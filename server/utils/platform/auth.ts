// Who is asking, and may they? Every route calls requireUser or requireRole first; the role
// and the account's standing are read from the database on each request, so a demoted or
// removed user loses access at once, whatever their cookie says.
import type { H3Event } from 'h3'
import { ROLE_LABELS, roleAtLeast, type Role } from '#shared/kerf/roles'
import { PREPARED } from '../../db/connect'

export interface SessionUser {
  id: number
  shopId: number
  role: Role
  name: string
  email: string
  lengthUnit: 'mm' | 'in'
}

// Opening the sealed session cookie (two key derivations and a decryption) was the largest
// single cost of an ordinary request, and a browser sends the same cookie on every request, so
// what it holds is kept for a minute (never past the session's own end), keyed by the sealed
// value itself. Only the ids are kept: the person's role and standing are read afresh below.
const OPENED_TTL_MS = 60_000
const OPENED_MAX = 10_000
const opened = new Map<string, { user: { id: number, shopId: number }, until: number }>()

async function sessionUserOf(event: H3Event): Promise<{ id: number, shopId: number } | undefined> {
  // Without the event: the per-request copy of the config re-reads the environment (costly).
  const { name = 'nuxt-session', maxAge } = useRuntimeConfig().session
  const sealed = getCookie(event, name)
  // h3 also accepts the session in a header, which takes precedence: leave that case to it.
  if (!sealed || getRequestHeader(event, `x-${name.toLowerCase()}-session`)) return (await getUserSession(event)).user
  const now = Date.now()
  const hit = opened.get(sealed)
  if (hit && hit.until > now) return hit.user
  const user = (await getUserSession(event)).user
  if (user) {
    const createdAt = (event.context.sessions?.[name] as { createdAt?: number } | undefined)?.createdAt ?? 0
    if (opened.size >= OPENED_MAX) opened.delete(opened.keys().next().value!)
    opened.set(sealed, { user: { id: user.id, shopId: user.shopId }, until: Math.min(now + OPENED_TTL_MS, maxAge ? createdAt + maxAge * 1000 : Infinity) })
  }
  return user
}

export async function requireUser(event: H3Event): Promise<SessionUser> {
  const sessionUser = await sessionUserOf(event)
  if (!sessionUser) {
    throw createError({ statusCode: 401, statusMessage: 'Sign in to continue.' })
  }
  const row = await useDb()
    .selectFrom('users')
    .select(['id', 'shop_id', 'role', 'name', 'email', 'length_unit', 'active'])
    .where('id', '=', sessionUser.id)
    .where('shop_id', '=', sessionUser.shopId)
    .modifyEnd(PREPARED)
    .executeTakeFirst()
  if (!row || !row.active) {
    await clearUserSession(event)
    throw createError({ statusCode: 401, statusMessage: 'Your account is no longer active. Ask the shop owner.' })
  }
  return { id: row.id, shopId: row.shop_id, role: row.role, name: row.name, email: row.email, lengthUnit: row.length_unit }
}

export async function requireRole(event: H3Event, needed: Role): Promise<SessionUser> {
  const user = await requireUser(event)
  if (!roleAtLeast(user.role, needed)) {
    throw createError({
      statusCode: 403,
      statusMessage: `This needs the ${ROLE_LABELS[needed].toLowerCase()} role or higher; you are signed in as ${ROLE_LABELS[user.role].toLowerCase()}.`,
    })
  }
  return user
}

export async function startSession(event: H3Event, user: { id: number, shopId: number, name: string, role: Role }) {
  await replaceUserSession(event, { user: { id: user.id, shopId: user.shopId, name: user.name, role: user.role }, loggedInAt: Date.now() })
}

/** A 404 for a record that is not in the caller's shop (or not at all): never a 403, which would leak that it exists. */
export function notFound(what: string): never {
  throw createError({ statusCode: 404, statusMessage: `No such ${what} in your shop.` })
}
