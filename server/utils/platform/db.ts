// The one database handle of this server process, built from runtime config.
import { connect, type Db, type Tx } from '../../db/connect'

let db: Db | undefined

export function useDb(): Db {
  if (!db) {
    const config = useRuntimeConfig()
    db = connect(config.databaseUrl, Number(config.databasePoolSize) || 20)
  }
  return db
}

/** Runs `fn` in one transaction: everything that changes two rows goes through here. */
export function transaction<T>(fn: (tx: Tx) => Promise<T>): Promise<T> {
  return useDb().transaction().execute(fn)
}

export async function closeDb(): Promise<void> {
  if (db) {
    const closing = db
    db = undefined
    await closing.destroy()
  }
}
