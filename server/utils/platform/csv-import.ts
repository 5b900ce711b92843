// What both CSV imports share: the body with its 2 MB limit, the preview a dry run answers, the
// 400 that lists every bad row, and keeping the imported file with the shop's uploads.
import { randomBytes } from 'node:crypto'
import type { H3Event } from 'h3'
import type { CsvRow, RowProblem } from '#shared/kerf/csv'
import { IMPORT_MAX_BYTES, ImportBody } from '#shared/schemas/crib'
import type { Tx } from '../../db/connect'

const TOO_LARGE = 'The CSV is too large: at most 2 MB. Split it into smaller files.'

export async function readImportBody(event: H3Event) {
  // The body as sent was read under its limit already (server/middleware/2.body-limit.ts).
  const body = await readValidatedBody(event, parseWith(ImportBody))
  if (Buffer.byteLength(body.csv, 'utf8') > IMPORT_MAX_BYTES) throw createError({ statusCode: 413, statusMessage: TOO_LARGE })
  return body
}

/** A dry run's answer: the rows as read and every problem, nothing written. */
export function importPreview(columns: readonly string[], rows: CsvRow[], problems: RowProblem[]) {
  return { dryRun: true as const, ok: problems.length === 0, columns, preview: rows, errors: sortProblems(problems) }
}

// Enough to fix a file by; a file wrong everywhere answers a few kilobytes, not its own size again.
export const MAX_PROBLEMS_ANSWERED = 100

/** The problems by row, at most MAX_PROBLEMS_ANSWERED of them, the last saying how many more there are. */
function sortProblems(problems: RowProblem[]): RowProblem[] {
  const sorted = [...problems].sort((a, b) => a.row - b.row)
  if (sorted.length <= MAX_PROBLEMS_ANSWERED) return sorted
  const more = sorted.length - (MAX_PROBLEMS_ANSWERED - 1)
  return [...sorted.slice(0, MAX_PROBLEMS_ANSWERED - 1), { row: sorted[MAX_PROBLEMS_ANSWERED - 1]!.row, field: '', message: `and ${more} more problems like these: fix these first and check again` }]
}

/** 400 with data.rows naming every bad row and column; the import writes nothing. */
export function rejectImport(problems: RowProblem[]): never {
  const rows = sortProblems(problems)
  const first = rows.slice(0, 3).map((p) => `row ${p.row}${p.field ? `, ${p.field}` : ''}: ${p.message}`).join('; ')
  const more = problems.length > 3 ? ` (and ${problems.length - 3} more)` : ''
  throw createError({
    statusCode: 400,
    statusMessage: `Nothing was imported: ${problems.length === 1 ? 'one row has a problem' : `${problems.length} problems`}. ${first}${more}`
      .replace(/[^\x20-\x7E]/g, '?'),
    data: { rows },
  })
}

/** Keeps the imported file (kind 'csv') so the shop can see later what came in. */
export async function storeCsv(tx: Tx, opts: { shopId: number, userId: number, csv: string, filename?: string }) {
  const key = `imports/${opts.shopId}/${randomBytes(16).toString('hex')}.csv`
  const data = Buffer.from(opts.csv, 'utf8')
  await useStorage('uploads').setItemRaw(key, data)
  return tx.insertInto('uploads').values({
    shop_id: opts.shopId, storage_key: key, kind: 'csv', content_type: 'text/csv', size_bytes: data.length,
    original_name: opts.filename?.slice(0, 200) ?? null, uploaded_by: opts.userId,
  }).returning('id').executeTakeFirstOrThrow()
}
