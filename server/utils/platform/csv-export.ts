// Sends CSV as a download: text/csv, an attachment with a file name, cells neutralised by toCsv.
import type { H3Event } from 'h3'
import { toCsv } from '#shared/kerf/csv'

export function sendCsv(event: H3Event, filename: string, columns: readonly string[], rows: ReadonlyArray<ReadonlyArray<unknown>>): string {
  setResponseHeaders(event, {
    'content-type': 'text/csv; charset=utf-8',
    'content-disposition': `attachment; filename="${filename.replace(/[^\w.-]/g, '_')}"`,
    'cache-control': 'no-store',
  })
  return toCsv(columns, rows)
}
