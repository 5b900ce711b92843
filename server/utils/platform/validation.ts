// Turns a zod schema into a validator for h3's readValidatedBody / getValidatedQuery /
// getValidatedRouterParams, with an error message that names the field.
import type { z } from 'zod'

export class FieldError extends Error {
  constructor(message: string, public readonly fields: Record<string, string>) {
    super(message)
  }
}

export function describeIssues(issues: readonly z.core.$ZodIssue[]): { message: string, fields: Record<string, string> } {
  const fields: Record<string, string> = {}
  for (const issue of issues) {
    const key = issue.path.map(String).join('.') || '_'
    fields[key] ??= issue.message
  }
  const message = Object.entries(fields)
    .map(([key, text]) => (key === '_' ? text : `${key}: ${text}`))
    .join('; ')
  return { message: message || 'The request is not valid.', fields }
}

/**
 * The path of the first string (value or key) holding a NUL character, anywhere in the input.
 * PostgreSQL cannot store NUL in text, so such input would otherwise fail in the database.
 */
function findNul(input: unknown): string | undefined {
  const stack: Array<[unknown, string]> = [[input, '']]
  while (stack.length) {
    const [value, path] = stack.pop()!
    if (typeof value === 'string') {
      if (value.includes('\u0000')) return path
    } else if (value && typeof value === 'object') {
      for (const [key, child] of Object.entries(value)) {
        const childPath = path ? `${path}.${key}` : key
        if (key.includes('\u0000')) return path
        stack.push([child, childPath])
      }
    }
  }
  return undefined
}

/** `readValidatedBody(event, parseWith(Body))`: 400 with `data.fields` naming each bad field. */
export function parseWith<S extends z.ZodType>(schema: S) {
  return (input: unknown): z.output<S> => {
    const nul = findNul(input)
    if (nul !== undefined) {
      const field = nul.replace(/[^\x20-\x7E]/g, '?') || '_'
      throw new FieldError(`${field === '_' ? '' : `${field}: `}must not contain the NUL character (\\0)`, { [field]: 'must not contain the NUL character' })
    }
    const result = schema.safeParse(input)
    if (!result.success) {
      const { message, fields } = describeIssues(result.error.issues)
      throw new FieldError(message, fields)
    }
    return result.data
  }
}

/** Validates input read another way (a multipart form's fields) with the same 400 that readValidatedBody gives. */
export function validateInput<S extends z.ZodType>(schema: S, input: unknown): z.output<S> {
  try {
    return parseWith(schema)(input)
  } catch (err) {
    if (err instanceof FieldError) {
      throw createError({ statusCode: 400, statusMessage: 'Validation Error', message: err.message, data: { fields: err.fields } })
    }
    throw err
  }
}

/** A 400 for one field, shaped as `parseWith`'s: the message names the field, `data.fields` holds it for forms. */
export function badField(field: string, message: string): never {
  throw createError({ statusCode: 400, statusMessage: `${field}: ${message}`, data: { fields: { [field]: message } } })
}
################
▸ **Task to carry out**: Find and copy each line of the material that holds the word "input".

▸ **Solution to the problem**:
 * The path of the first string (value or key) holding a NUL character, anywhere in the input.
 * PostgreSQL cannot store NUL in text, so such input would otherwise fail in the database.
function findNul(input: unknown): string | undefined {
  const stack: Array<[unknown, string]> = [[input, '']]
  return (input: unknown): z.output<S> => {
    const nul = findNul(input)
    const result = schema.safeParse(input)
/** Validates input read another way (a multipart form's fields) with the same 400 that readValidatedBody gives. */
export function validateInput<S extends z.ZodType>(schema: S, input: unknown): z.output<S> {
    return parseWith(schema)(input)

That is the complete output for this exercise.